Кохэйн, на примере валютно-финансовой, торговой и нефтяной сфер показал, как

сотрудничество между рациональными эгоистами (т.е. государствами, исходящими из

исключительно национальных интересов) возможно и в условиях отсутствия гегемонии,

благодаря применению определённого набора мер и механизмов.

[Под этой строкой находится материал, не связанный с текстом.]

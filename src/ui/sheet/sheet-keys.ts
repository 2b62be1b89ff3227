/** Keys for single blocks: parts by their letter, moving by squares, wiring, mirroring, removing; and for what is seen. */

import { GRID } from '../../diagram/geometry/index.ts';
import { bendChosen } from '../commands/bend-chosen.ts';
import { chosenIds } from '../commands/chosen-blocks.ts';
import { placePartInWire } from '../commands/insert-in-wire.ts';
import { actions, store } from '../store/index.ts';
import { beginWriting } from '../write-line/begin-writing.ts';
import { partOf } from '../write-line/parts.ts';
import { shownTitle } from './block-sentence.ts';
import { connectBlocks } from './connect-blocks.ts';
import { focusedBlock } from './focus-block.ts';
import { pointerPlace } from './pointer.ts';
import { removeSelected } from './remove-selected.ts';

const MOVES: Readonly<Record<string, readonly [number, number]>> = {
  ArrowLeft: [-GRID, 0],
  ArrowRight: [GRID, 0],
  ArrowUp: [0, -GRID],
  ArrowDown: [0, GRID],
};

/** Squares that an arrow key moves with Shift held. */
const LONG_MOVE = 5;

/** Whether the key did something to blocks. */
export function blockKey({ key, shiftKey }: KeyboardEvent): boolean {
  const move = MOVES[key];
  if (move !== undefined) return bendChosen(move) || moveChosen(move, shiftKey ? LONG_MOVE : 1);
  switch (key) {
    case 'Enter':
      return enter();
    case ' ':
      return toggleFocused();
    case 'Escape':
      return letGo();
    case 'Delete':
    case 'Backspace':
      return removeSelected(shiftKey);
    case 'm':
      return mirrorChosen();
    case 'w':
      return beginWire();
    default:
      return key.length === 1 && key === key.toLowerCase() && placeByKey(key);
  }
}

function placeByKey(key: string): boolean {
  const part = partOf(key);
  if (part === undefined || part.key !== key.toUpperCase()) return false;
  placePartInWire(part.id, null);
  return true;
}

function moveChosen([dx, dy]: readonly [number, number], squares: number): boolean {
  const ids = [...chosenIds()];
  if (ids.length === 0) return false;
  actions.edit({ kind: 'moveBlocks', ids, dx: dx * squares, dy: dy * squares });
  return true;
}

/** Ends a wire that was begun, else opens the fields of the block in focus. */
function enter(): boolean {
  const { wiringFrom } = store.getState().view;
  const target = focusedBlock() ?? [...store.getState().selection.blocks][0];
  if (target === undefined) return false;
  if (wiringFrom === null) actions.editFields(target);
  else if (connectBlocks([wiringFrom, 0], [target, null])) actions.beginWire(null);
  return true;
}

function toggleFocused(): boolean {
  const focused = focusedBlock();
  if (focused === null) return false;
  const blocks = new Set(store.getState().selection.blocks);
  if (!blocks.delete(focused)) blocks.add(focused);
  actions.selectBlocks(blocks);
  return true;
}

function letGo(): boolean {
  actions.beginWire(null);
  actions.editFields(null);
  actions.beginWritingAt(null);
  actions.selectBlocks([]);
  return true;
}

function mirrorChosen(): boolean {
  const ids = [...chosenIds()];
  if (ids.length === 0) return false;
  actions.edit({ kind: 'mirrorBlocks', ids }, 'Mirrored.');
  return true;
}

function beginWire(): boolean {
  const from = focusedBlock() ?? [...store.getState().selection.blocks][0];
  const block = store.getState().document.diagram.blocks.find(({ id }) => id === from);
  if (block === undefined) return false;
  actions.beginWire(block.id);
  actions.notify(`Wire from ${shownTitle(block)}: go to the block it leads to and press Enter. Escape lets go.`);
  return true;
}

/**
 * What starts the write-a-block line: digits, brackets, signs, and capital letters, since small ones place parts. The block goes
 * where the pointer is, unless it is chained to a selected one.
 */
export function writingKey(key: string): boolean {
  if (!/^[0-9A-Z([+\->.@"]$/.test(key)) return false;
  const at = pointerPlace();
  if (at !== null && store.getState().selection.blocks.size !== 1) actions.beginWritingAt({ at, from: null });
  beginWriting(key);
  return true;
}

/** Whether the key changed what is seen. */
export function viewKey(key: string, fitDrawing: () => void): boolean {
  if (key === 'z') fitDrawing();
  else if (key === 'p') window.print();
  else if (key === '?') actions.openDialog('keys');
  else return false;
  return true;
}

Поскольку большинство

проблем сотрудничества, по мнению американского международника, группируется

вокруг асимметричной информации, неуверенности в действиях партнёра и

безответственности, то они могут быть преодолены чисто техническими методами.[23]Соответственно, такие внешние меры, как мониторинг, санкции, учреждение

секретариата, равномерно распределяющего информацию между членами режима,

образование автономного механизма разрешения споров, тактика взаимных уступок в

духе «услуга за услугу (tit-for-tat) и др. способны преодолеть обозначенные препятствия.[24]Д.Снидал, А. Штейн, JI. Мартин и другие американские, авторы ситуационно-

структурного подхода развили теорию Кохэйна, указывая на то, что ДЗ далеко не

единственная в международном сотрудничестве и «дизайн» института (набор мер и

механизмов) зависит от характера проблемы (ДЗ, координации, «уверения» или «уговора»

\ 35

И т.д.).

Функционирование валютно-финансового, торгового и других режимов в условиях

ослабления гегемонии США, наблюдавшегося в 1970-80-е гг., действительно показывает

пример подобного сотрудничества.

Он стал восприниматься в качестве некоего прообраза

будущего международных отношений, где рациональные акторы, взаимодействуя на

равноправной основе, преодолевают конфликтность. Гегемонистское объяснение редко

прилагалось к АТЭС ввиду того, что Вашингтон доминировал в АТР всю послевоенную

эпоху, предоставляя «общественное благо» в виде безопасности, открытого рынка и

конвертируемой валюты и без формата режима.[25]

Образование АТЭС в 1989 году интерпретировалось американским исследователем

Д. Кроуном в русле формирования пост-гегемонистской системы в АТР, в которой США

отказывались от роли гегемона, обеспечивающего «общественное благо» (в виде

открытого внутреннего рынка) в пользу большего равенства обязательств в духе

функциональной теории Кохэйна. [26] Некоторые специалисты стали говорить о

«проторежиме» в инвестиционной сфере, после принятия членами форума

«Необязывающих инвестиционных принципов» в Джакарте в 1994 г., режиме «защиты

интеллектуальной собственности», развития людских ресурсов и др. под эгидой АТЭС.[27]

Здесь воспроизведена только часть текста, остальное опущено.